Not surprisingly, we have unleashed a host of new challenges through this approach. One of the most critical is communication. When staff decide they want to do something—for example, a themed dress-up week—management staff need to know about the event, have the opportunity to voice any concerns, help promote it, and be able to answer questions about it. We used to worry that front-of-house staff were not getting all the information they needed; now we need to address this in the other direction as well.

Another challenge is capturing the results of staff experimentation. We know from discussions during staff meetings that staff are indeed experimenting and finding new ways to interact with visitors on the floor. How do we capture this information, and learn collectively from what has worked and what has failed?

Perhaps the biggest challenge is financial cost. With the new structure of our all-staff meetings, we have committed to gathering and paying part-time staff for two or more hours every month to engage in discussions that, in other museums, are the job of full-time or back-of-house staff. We are always looking for ways to cut expenses, and to many this might seem like an unnecessary one.

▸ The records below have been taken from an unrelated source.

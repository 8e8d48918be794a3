"""The canvas: one widget that paints the display list."""
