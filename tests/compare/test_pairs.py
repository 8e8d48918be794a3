"""Verdicts over pairs that reviewers know. Never a wrong one; most equal pairs proved, nearly all different ones refuted."""

from __future__ import annotations

import tomllib
from collections.abc import Iterator
from dataclasses import dataclass
from functools import cache
from pathlib import Path

import pytest

from core.catalog.ddl import catalog_from_ddl
from core.catalog.model import Catalog
from core.compare import Kind, Verdict, compare
from core.engine.instance import create_instance
from core.language.sql.read import read_sql
from tests.generate.queries import SCHEMA

CATALOG = catalog_from_ddl(SCHEMA)
HERE = Path(__file__).parent
SECONDS = {"equal": 0.5, "different": 4.0}


@dataclass(frozen=True)
class Pair:
    """Two texts over one schema. `rare`: true, but hard to decide here; only a wrong verdict would count."""

    kind: str
    file: str
    why: str
    a: str
    b: str
    rare: bool = False


def all_pairs() -> Iterator[Pair]:
    for path in [HERE / "pairs.toml", *sorted((HERE / "pairs").glob("*.toml"))]:
        read = tomllib.loads(path.read_text(encoding="utf-8"))
        SCHEMAS[path.stem] = catalog_from_ddl(read.get("schema", SCHEMA))
        for kind in SECONDS:
            for entry in read[kind]:
                yield Pair(kind, path.stem, **entry)


SCHEMAS: dict[str, Catalog] = {}
PAIRS = list(all_pairs())


@cache
def judged(pair: Pair) -> Verdict:
    catalog = SCHEMAS[pair.file]
    seconds = 0.5 if pair.rare else SECONDS[pair.kind]
    return compare(read_sql(pair.a, catalog), read_sql(pair.b, catalog), catalog, seconds)


def cases(kind: str) -> list[object]:
    return [pytest.param(p, id=f"{p.file}: {p.why[:60]}") for p in PAIRS if p.kind == kind]


@pytest.mark.parametrize("pair", cases("equal"))
def test_an_equal_pair_is_never_refuted(pair: Pair) -> None:
    verdict = judged(pair)
    assert verdict.kind is not Kind.DIFFERENT, verdict.reasons


@pytest.mark.parametrize("pair", cases("different"))
def test_a_different_pair_is_never_proved(pair: Pair) -> None:
    verdict = judged(pair)
    assert verdict.kind is not Kind.EQUAL, verdict.proof
    if verdict.witness is not None:
        engine = create_instance(SCHEMAS[pair.file], verdict.witness.data)
        results = [sorted(map(repr, engine.run(text).rows)) for text in (pair.a, pair.b)]
        engine.close()
        assert results[0] != results[1]


def test_every_pair_runs() -> None:
    """A pair that does not run on the engine would be left undecided for the wrong reason."""
    for pair in PAIRS:
        engine = create_instance(SCHEMAS[pair.file], {})
        engine.run(pair.a)
        engine.run(pair.b)
        engine.close()


def test_how_much_is_decided() -> None:
    """At least 85 % of equal pairs proved, 98 % of different ones refuted, with witnesses of three rows a relation at the median."""
    counted = [pair for pair in PAIRS if not pair.rare]
    equal = [pair for pair in counted if pair.kind == "equal"]
    different = [pair for pair in counted if pair.kind == "different"]
    assert len(equal) >= 50 and len(different) >= 50
    unproved = [pair.why for pair in equal if judged(pair).kind is not Kind.EQUAL]
    missed = [pair.why for pair in different if judged(pair).kind is not Kind.DIFFERENT]
    assert len(unproved) <= 0.15 * len(equal), unproved
    assert len(missed) <= 0.02 * len(different), missed
    witnesses = [w for w in (judged(pair).witness for pair in different) if w is not None]
    largest = sorted(max(len(rows) for rows in w.data.values()) for w in witnesses)
    assert largest[len(largest) // 2] <= 3


def test_functions_that_differ_from_call_to_call_are_left_undecided() -> None:
    query = read_sql("select a, random() as x from r", CATALOG)
    assert compare(query, query, CATALOG, 1.0).kind is Kind.NO_DIFFERENCE


def test_other_names_are_said_apart() -> None:
    a, b = read_sql("select a as x from r", CATALOG), read_sql("select a as y from r", CATALOG)
    verdict = compare(a, b, CATALOG, 1.0)
    assert verdict.kind is Kind.EQUAL
    assert verdict.asides == ("other column names: x / y",)


def test_another_number_of_columns_is_different() -> None:
    a, b = read_sql("select a from r", CATALOG), read_sql("select a, b from r", CATALOG)
    assert compare(a, b, CATALOG, 1.0).kind is Kind.DIFFERENT


def test_a_witness_recreates_itself() -> None:
    a, b = read_sql("select a from r where c > 2", CATALOG), read_sql("select a from r where c >= 2", CATALOG)
    witness = compare(a, b, CATALOG, 4.0).witness
    assert witness is not None
    import duckdb

    connection = duckdb.connect()
    connection.execute(witness.sql())
    assert (
        connection.execute("select a from r where c > 2").fetchall()
        != connection.execute("select a from r where c >= 2").fetchall()
    )
    connection.close()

However, the positive impact on our staff, and then on our visitors, is apparent. And we believe that, in the long run, the cost of an unengaged staff is much higher.

Despite the challenges of continued turnover, communication, or financial strains, a staff that is committed to the museum leads to improved experience for everyone involved. When management demonstrates that all staff are valued and essential to the success of an organization, and that each person has the autonomy to influence that success, we create a culture of fulfillment and engagement. We strongly believe that engaging all staff creates a vibrant and visible culture of valuing individuals that is palpable to visitors. Our mission is to help children become explorers and creators of the world. We engage our staff in this work by empowering them to be explorers and creators of the warm and captivating environment of the PlayHouse. 

Rebecca Shulman Herz has served as the director of the Peoria PlayHouse Children’s Museum since 2015. Previously, she spent fifteen years in art museum education at the Solomon R. Guggenheim Museum and the Noguchi Museum, both in New York City. Kristin Vannatta was the operations manager of the Peoria PlayHouse Children’s Museum from 2015 until August 2019. Previously, she worked for six years as the volunteer coordinator and operations manager for the Frank Lloyd Wright Trust in Chicago, Illinois.